Binary Search Tree

A binary search tree is a tree with the following properties

1. Ordered Structure: A search tree must be ordered in the sense that all nodes to the left of the tree must be less than the value of that node and all node to the right of the tree must be greater than the value of that node
2. Tree Structure**: All nodes must point to at most 2 nodes (left node and right node) called children of that node

1.1. Time Complexity
Since a binary search tree has an ordered structure operations on it are very efficient

Take the tree above for example, to find the Node with the value of 7 we don't have to to look at every single node in the tree, since we know every node larger than the current node must be to the right of that node we can use the divide and conquer algorithm to find that node

1. Start at the root.
2. Compare with the current node:
   • If equal, target found.
   • If less, go left.
   • If greater, go right.
3. Repeat recursively in the chosen subtree until the target is found or the subtree is empty.

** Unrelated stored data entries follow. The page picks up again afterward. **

# ----------------------------------------------------------------------------- model as applied
def section_model(s: dict, pics: dict, out_dir: Path) -> str:
    L, F, S, M = _units(s)
    size = _size(s)
    out = ["<h2 id='model'>2. The model as applied</h2>"]
    by_file = {p["file"]: p for p in pics.get("pictures", [])}
    mp = by_file.get("picture-model.png")
    if mp and (out_dir / mp["file"]).is_file():
        sup = ", ".join(f"'{esc(x['region'])}' {x['symbols']} symbols at {x['points']} points"
                        for x in mp.get("supports", []))
        lds = ", ".join(f"{esc(x['label'])}: {x['arrows']} arrow(s)"
                        + (f", {x['moments']} moment arrow(s)" if x['moments'] else "")
                        + (" (drawn at the shortest length)" if x.get("shortened") else "")
                        for x in mp.get("loads", []))
        keys = "".join(f"<span class='key' style='background:{c}'></span>{esc(HELD_WORDS.get(k, k))}"
                       for k, c in DIRECTION_COLORS.items() if k != "elastic")
        cap = (f"Supports and loads as the run applied them, seen from two opposite corners. Each held direction is a "
               f"stalk ending in a round foot, coloured by direction:{keys}. Load arrows (<span class='key' "
               f"style='background:{LOAD_COLOR}'></span>) are scaled to their force, the largest at "
               f"{fmt(22)} % of the part size; pressure and pin bearing are drawn as arrows spread over their surface, "
               f"scaled to the local pressure. Drawn: supports {sup or 'none'}; loads {lds or 'none'}.")
        if not pics.get("surface_ids", True):
            cap += " This folder has no boundary.vtu (an older run): supports and loads could not be placed."
        out.append(image(out_dir / mp["file"], mp["file"], cap))
    # supports
    out.append("<h3>Supports</h3>")
    ref = _load_ref(s)
    srows = []
    for k, sp in enumerate(s.get("supports", [])):
        where = (esc(sp['region']) if sp.get("region") is not None else
                 f"{esc(sp.get('name'))}: node at {coordinates(sp.get('node_at'), size, L)}")
        srows.append(f"<tr><td>{where}</td><td>{held_text(sp, F, L)}</td>"
                     f"{num(sp['area'], f'supports.{k}.area', L + '²')}"
                     f"<td class='num'>{vec(sp.get('reaction'), F, ref=ref)}</td></tr>")
    out.append(table(["region", "held directions", "area", "reaction force on the part"], srows))
    # loads
    out.append("<h3>Loads: the resultant each applies</h3>")
    lrows = []
    for k, ld in enumerate(s.get("loads", [])):
        area = num(ld.get("area"), f"loads.{k}.area", L + "²") if ld.get("area") is not None else "<td>whole part</td>"
        what = esc(ld.get("kind", ""))
        if ld.get("kind") == "pressure" and ld.get("pressure") is not None:
            what += f" {qty(ld['pressure'], S)}" + (" varying" if ld.get("gradient") is not None else "")
        if ld.get("kind") == "spread":
            what = (f"force and moment at {coordinates(ld.get('at'), size, L)} passed to the region, spread by nodal "
                    "area; moment about that point "
                    f"{vec(ld.get('moment_about_at'), M, ref=_norm(ld.get('moment_about_at') or [0]) or None)}")
        if ld.get("kind") == "temperature":
            what += f" {fmt(ld.get('min_change'))} to {fmt(ld.get('max_change'))} K"
        lrows.append(f"<tr><td>{esc(ld['label'])}</td><td>{what}</td>{area}"
                     f"<td class='num'>{vec(ld.get('force'), F, ref=ref)}</td>"
                     f"<td class='num'>{vec(ld.get('moment'), M, ref=ref * size)}</td></tr>")
    # With load cases the top-level total is the first case's: give each load case's and combination's own.
    totals = ([(f"total applied in '{esc(k)}'", c) for k, c in s["load_cases"].items() if c.get("applied_force")]
              if s.get("load_cases") else []) or [("total applied", s)]
    for label, c in totals:
        lrows.append(f"<tr><th>{label}</th><td></td><td></td>"
                     f"<td class='num'>{vec(c.get('applied_force'), F, ref=ref)}</td>"
                     f"<td class='num'>{vec(c.get('applied_moment'), M, ref=ref * size)}</td></tr>")
    out.append(table(["load", "kind", "area", "force", "moment about the origin"], lrows))
    out.append(f"<p class='meta'>{noise_note(ref, F)} Moments: components below {fmt(NOISE, 1)} of the load times the "
               f"part size are shown as 0.</p>")
    # regions
    out.append("<h3>Regions: what each matched</h3>")
    rrows = []
    for name, reg in (s.get("regions") or {}).items():
        if "nodes" in reg and not reg.get("surfaces"):
            rrows.append(f"<tr><td>{esc(name)}</td><td>{esc(reg.get('kind'))}</td>"
                         f"<td>{fmt(reg['nodes'])} nodes on the edge</td>"
                         "<td></td><td></td></tr>")
            continue
        for j, sf in enumerate(reg.get("surfaces") or []):
            geo = (f"normal {vec(sf['normal'], figures=3, ref=1.0)}" if sf.get("normal") is not None else
                   f"axis {vec(sf.get('axis'), figures=3, ref=1.0)} "
                   f"through {coordinates(sf.get('axis_point'), size, L)}, "
                   f"radius {qty(sf.get('radius'), L)}" if sf.get("axis") is not None else "")
            rrows.append(f"<tr><td>{esc(name) if j == 0 else ''}</td><td>{esc(reg.get('kind')) if j == 0 else ''}</td>"
                         f"<td>surface {sf['id']}: {esc(sf['kind'])}, "
                         f"centroid {coordinates(sf.get('centroid'), size, L)}"
                         f"{'; ' + geo if geo else ''}</td>"
                         f"{num(sf.get('area'), f'regions.{name}.surfaces.{j}.area', L + '²')}"
                         f"<td>{esc('; '.join(reg.get('warnings') or [])) if j == 0 else ''}</td></tr>")
    out.append(table(["region", "selector", "surface matched", "area", "warnings"], rrows))
    # geometry, mesh, material
    out.append("<h3>Geometry and mesh</h3>")
    geo = s.get("geometry") or {}
    inp = s.get("inputs", {})
    gfile = inp.get("geometry_file", {"path": s.get("geometry_file"), "sha256": None})
    mesh = s["mesh"]
    q = (s.get("checks") or {}).get("element_quality", {}).get("details", {})
    rows = [f"<tr><th>geometry file</th><td><code>{esc(Path(str(gfile.get('path'))).name)}</code></td></tr>",
            f"<tr><th>its length unit, scale applied</th><td>{esc(geometry_unit_text(geo, L))}</td></tr>",
            f"<tr><th>part size (bounding-box diagonal)</th><td>{qty(size, L)}</td></tr>",
            f"<tr><th>pieces (bodies joined through faces)</th><td>{len(geo.get('pieces') or [])}</td></tr>",
            f"<tr><th>element type</th><td>{'10-node' if mesh['order'] == 2 else '4-node'} tetrahedra</td></tr>",
            f"<tr><th>nodes</th>{num(mesh['nodes'], 'mesh.nodes')}</tr>",
            f"<tr><th>elements</th>{num(mesh['elements'], 'mesh.elements')}</tr>",
            f"<tr><th>degrees of freedom</th>{num(mesh['dofs'], 'mesh.dofs')}</tr>",
            f"<tr><th>target element size</th>{num(mesh.get('size'), 'mesh.size', L)}</tr>",
            "<tr><th>shape quality (mean ratio), worst</th>"
            f"{num(mesh.get('min_quality'), 'mesh.min_quality', figures=3)}</tr>"]
    if q:
        rows += [f"<tr><th>aspect ratio, worst / mean</th><td class='num'>{fmt(q.get('aspect_ratio_max'), 3)} / "
                 f"{fmt(q.get('aspect_ratio_mean'), 3)}</td></tr>",
                 f"<tr><th>poor elements (aspect &gt; {fmt(q.get('aspect_limit'))} or Jacobian ratio &lt; "
                 f"{fmt(q.get('jacobian_limit'))})</th>"
                 f"{num(q.get('poor'), 'checks.element_quality.details.poor')}</tr>"]
    out.append(table(["", ""], rows, "kv"))
    mesh_pic = by_file.get("picture-mesh.png")
    if mesh_pic and (out_dir / mesh_pic["file"]).is_file():
        lo, hi = mesh_pic.get("clim") or (None, None)
        out.append(image(out_dir / mesh_pic["file"], mesh_pic["file"],
                         "The mesh: element edges on the surface, coloured by the local element size "
                         f"({qty(lo, L)} to {qty(hi, L)}); refined zones show as dense, dark patches."))
    if len(s.get("materials") or []) > 1 or len(s.get("bodies") or []) > 1:
        out.append(section_bodies(s, pics, out_dir))
        return "\n".join(out)
    m = s.get("material", {})
    out.append("<h3>Material (isotropic, linear elastic)</h3>")
    mrows = [f"<tr><th>Young's modulus E</th>{num(m.get('E'), 'material.E', S)}</tr>",
             f"<tr><th>Poisson's ratio ν</th>{num(m.get('nu'), 'material.nu', figures=3)}</tr>"]
    if m.get("density") is not None:
        f, unit = DENSITY_SHOWN.get(L, (1.0, DENSITY_CASE_UNITS.get(L, "case units")))
        mrows.append(f"<tr><th>density</th>{num(m.get('density'), 'material.density', unit, factor=f)}</tr>")
    if m.get("yield_strength") is not None:
        mrows.append(f"<tr><th>yield strength</th>{num(m.get('yield_strength'), 'material.yield_strength', S)}</tr>")
    if m.get("expansion") is not None:
        mrows.append("<tr><th>thermal expansion</th>"
                     f"{num(m.get('expansion'), 'material.expansion', '1/K', figures=3)}</tr>")
    out.append(table(["", ""], mrows, "kv"))
    return "\n".join(out)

using this algorithm it would take exactly 3 steps at worse case to find the node with the value of 7 which is an O(logn) operation
Insert, Lookup and Remove have the same complexity of O(logn)

1.2. Node

A node in a binary search tree consist of three things, the value, pointer to the left and a pointer to the right (since each node can have elements to the left and right of itself).
In practice, a node would look like this

class Node {
  constructor(value){
    this.value = value
    this.left = left
    this.right = right
  }
}

2.0. Creating a binary search Tree

To create a tree, we need have a pointer to the root node in the tree or it would get garbage collected since it dosen't have an value assigned to it (The root node is the first node in the tree). A binary search tree constructor would look like this

class BinarySearchTree {
  constructor(value){
    const newNode = new Node(value)
    this.root = newNode
  }
}

In the example above we create a root node at the time of creating the Tree, It doesn't have to be doe this way, we can use the insert method to add elements to the tree. In this case the root node would be set to null at the time we are creating the Tree

constructor(){
  this.root = null
}

3.0. Operations on a binary tree

Now we have our search tree class we'll look at the various method on that class

3.1. Insert

To insert a node to a tree we use the following sequence of operations

1. Create a node
2. if root === null then root = node. End
3. Compare node with current item on the tree
   • if less consider the node to the left
   • if greater consider the node to the right
4. if null insert a node there else repeat go to step 3
5. End

  insert(value){
    const newNode = new Node(value)
    if(!this.root){
      this.root = newNode
      return this
    }
    const tempNode = this.root
    while(true){
     if(value == this.root.value) return undefined
     if(value > this.root.value){
       if(this.root.right == null){
        this.root.right = newNode
        return this
       }
       tempNode = this.root.right
     }
     if(value < this.root.value){
       if(this.root.left === null){
        this.root.left = newNode
        return this
       }
       tempNode = this.root.left
     }
    }
}

3.1. Contains

The contains method checks if a value is present in the binary tree. The fun thing about binary tree is that all methods we would see in this article has similar algorithms with a very tiny modification as we would see below
Pseudocode

1. if root === null then return false
2. loop through the tree
3. Compare value with current item on the tree
   • if less consider the node to the left
   • if greater consider the node to the right
   • if element is equal, return true
4. return false
5. End

contains(value){
 if(!this.root) return false
 const temp = this.root
 while(temp){
  if(value === temp.value) return true
  if(value > temp.value){
   temp = temp.right
  }else{
   temp = temp.left
 }
 return false
}

4.0. Conclusion

In conclusion, understanding binary search trees is not just an academic exercise; it's a powerful tool that forms the backbone of many computing applications. As we've seen, the efficient search operations and simple yet elegant structure of BSTs make them indispensable in various fields. Whether you're optimizing database queries or implementing efficient search algorithms, the principles of binary search trees will continue to play a crucial role. As you continue your journey in data structures and algorithms, remember that mastering BSTs is not just about memorizing algorithms; it's about unlocking a deeper understanding of how computers efficiently organize and retrieve information.